(Task to complete):
After locating "for stable learners." in the listing below, copy that line and each one after it exactly, ending with the line that has "with s_c² the".

*** Block opens ***

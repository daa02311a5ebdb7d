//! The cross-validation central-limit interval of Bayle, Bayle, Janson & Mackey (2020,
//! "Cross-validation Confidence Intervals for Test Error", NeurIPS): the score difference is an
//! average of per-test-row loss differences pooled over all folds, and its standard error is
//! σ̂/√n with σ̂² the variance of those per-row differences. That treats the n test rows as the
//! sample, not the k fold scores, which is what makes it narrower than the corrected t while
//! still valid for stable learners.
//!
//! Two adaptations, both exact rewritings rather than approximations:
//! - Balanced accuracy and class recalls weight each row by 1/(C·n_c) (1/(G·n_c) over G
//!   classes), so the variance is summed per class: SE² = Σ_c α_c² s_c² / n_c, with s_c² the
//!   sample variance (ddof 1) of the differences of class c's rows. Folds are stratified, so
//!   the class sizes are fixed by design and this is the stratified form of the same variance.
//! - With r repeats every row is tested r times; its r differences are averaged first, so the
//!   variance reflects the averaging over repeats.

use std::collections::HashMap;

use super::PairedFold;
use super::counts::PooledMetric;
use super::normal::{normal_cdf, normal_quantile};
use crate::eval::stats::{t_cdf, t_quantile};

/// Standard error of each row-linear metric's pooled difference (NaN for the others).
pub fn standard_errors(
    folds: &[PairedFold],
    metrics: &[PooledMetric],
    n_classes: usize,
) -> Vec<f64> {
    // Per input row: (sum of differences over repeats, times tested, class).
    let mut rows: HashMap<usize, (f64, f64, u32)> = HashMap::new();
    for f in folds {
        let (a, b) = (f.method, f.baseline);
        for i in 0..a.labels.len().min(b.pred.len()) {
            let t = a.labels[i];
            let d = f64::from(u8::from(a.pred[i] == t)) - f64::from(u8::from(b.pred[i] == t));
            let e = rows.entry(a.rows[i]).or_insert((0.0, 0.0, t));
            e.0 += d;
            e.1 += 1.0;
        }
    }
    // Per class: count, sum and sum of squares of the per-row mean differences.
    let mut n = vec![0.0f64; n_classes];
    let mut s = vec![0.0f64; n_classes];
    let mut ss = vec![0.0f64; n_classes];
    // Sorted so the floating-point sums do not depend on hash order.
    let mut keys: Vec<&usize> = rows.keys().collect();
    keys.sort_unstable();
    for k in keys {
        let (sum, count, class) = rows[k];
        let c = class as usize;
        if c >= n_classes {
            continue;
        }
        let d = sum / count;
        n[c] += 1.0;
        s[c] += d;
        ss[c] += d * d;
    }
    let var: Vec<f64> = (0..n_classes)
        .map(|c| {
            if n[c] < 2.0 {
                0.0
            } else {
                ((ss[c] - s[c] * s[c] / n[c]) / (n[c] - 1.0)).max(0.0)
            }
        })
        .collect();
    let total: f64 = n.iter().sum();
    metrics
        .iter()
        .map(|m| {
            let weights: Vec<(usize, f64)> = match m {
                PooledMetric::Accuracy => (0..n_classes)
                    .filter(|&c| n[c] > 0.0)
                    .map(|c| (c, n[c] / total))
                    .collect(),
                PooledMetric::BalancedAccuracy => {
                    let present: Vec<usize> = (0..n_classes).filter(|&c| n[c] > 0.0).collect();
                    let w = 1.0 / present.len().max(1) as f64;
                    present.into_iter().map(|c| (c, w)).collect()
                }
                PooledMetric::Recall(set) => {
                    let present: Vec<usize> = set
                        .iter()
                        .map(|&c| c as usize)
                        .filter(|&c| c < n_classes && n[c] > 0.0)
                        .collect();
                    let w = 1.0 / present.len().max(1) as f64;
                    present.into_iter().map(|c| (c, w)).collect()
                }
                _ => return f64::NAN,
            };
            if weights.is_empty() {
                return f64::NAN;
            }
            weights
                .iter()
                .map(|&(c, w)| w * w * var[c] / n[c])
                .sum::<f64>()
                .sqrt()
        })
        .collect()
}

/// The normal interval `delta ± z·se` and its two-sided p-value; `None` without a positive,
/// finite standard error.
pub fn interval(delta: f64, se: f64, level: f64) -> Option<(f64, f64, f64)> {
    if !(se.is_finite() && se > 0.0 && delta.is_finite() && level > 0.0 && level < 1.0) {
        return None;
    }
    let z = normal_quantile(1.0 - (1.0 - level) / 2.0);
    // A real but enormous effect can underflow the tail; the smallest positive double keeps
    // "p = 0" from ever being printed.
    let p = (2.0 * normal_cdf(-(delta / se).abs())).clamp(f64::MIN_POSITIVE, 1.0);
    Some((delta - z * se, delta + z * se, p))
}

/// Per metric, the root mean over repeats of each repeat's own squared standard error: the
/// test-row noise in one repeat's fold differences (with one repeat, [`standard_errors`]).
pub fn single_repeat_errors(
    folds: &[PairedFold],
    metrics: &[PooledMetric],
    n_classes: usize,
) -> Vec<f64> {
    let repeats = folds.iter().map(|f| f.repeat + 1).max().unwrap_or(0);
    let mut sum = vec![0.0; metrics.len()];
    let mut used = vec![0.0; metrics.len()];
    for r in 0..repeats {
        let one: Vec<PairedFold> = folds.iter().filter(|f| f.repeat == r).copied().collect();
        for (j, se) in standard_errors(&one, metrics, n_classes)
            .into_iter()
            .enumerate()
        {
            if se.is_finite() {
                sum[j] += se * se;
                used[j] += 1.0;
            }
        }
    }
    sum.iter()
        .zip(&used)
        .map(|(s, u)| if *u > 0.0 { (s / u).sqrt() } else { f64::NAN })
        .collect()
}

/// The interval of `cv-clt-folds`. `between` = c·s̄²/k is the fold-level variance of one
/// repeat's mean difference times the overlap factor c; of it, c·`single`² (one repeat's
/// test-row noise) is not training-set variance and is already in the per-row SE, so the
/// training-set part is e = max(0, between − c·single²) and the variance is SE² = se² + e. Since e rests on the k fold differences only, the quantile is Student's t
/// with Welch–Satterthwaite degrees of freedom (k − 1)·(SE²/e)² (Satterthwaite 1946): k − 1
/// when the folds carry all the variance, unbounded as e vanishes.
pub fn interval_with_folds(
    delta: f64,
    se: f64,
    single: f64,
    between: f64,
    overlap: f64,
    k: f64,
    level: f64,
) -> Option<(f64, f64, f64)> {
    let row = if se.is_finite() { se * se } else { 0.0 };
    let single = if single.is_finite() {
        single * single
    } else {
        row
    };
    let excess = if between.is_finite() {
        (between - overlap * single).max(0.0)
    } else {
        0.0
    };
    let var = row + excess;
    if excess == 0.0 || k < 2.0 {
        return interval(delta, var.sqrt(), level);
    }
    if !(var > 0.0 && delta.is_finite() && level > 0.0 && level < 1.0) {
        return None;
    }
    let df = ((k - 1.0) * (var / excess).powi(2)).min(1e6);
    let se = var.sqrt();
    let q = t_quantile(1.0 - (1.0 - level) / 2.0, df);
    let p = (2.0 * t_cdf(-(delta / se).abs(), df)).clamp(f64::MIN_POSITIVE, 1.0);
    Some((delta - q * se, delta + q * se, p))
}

*** Block closes ***

(Result below):
//! still valid for stable learners.
//!
//! Two adaptations, both exact rewritings rather than approximations:
//! - Balanced accuracy and class recalls weight each row by 1/(C·n_c) (1/(G·n_c) over G
//!   classes), so the variance is summed per class: SE² = Σ_c α_c² s_c² / n_c, with s_c² the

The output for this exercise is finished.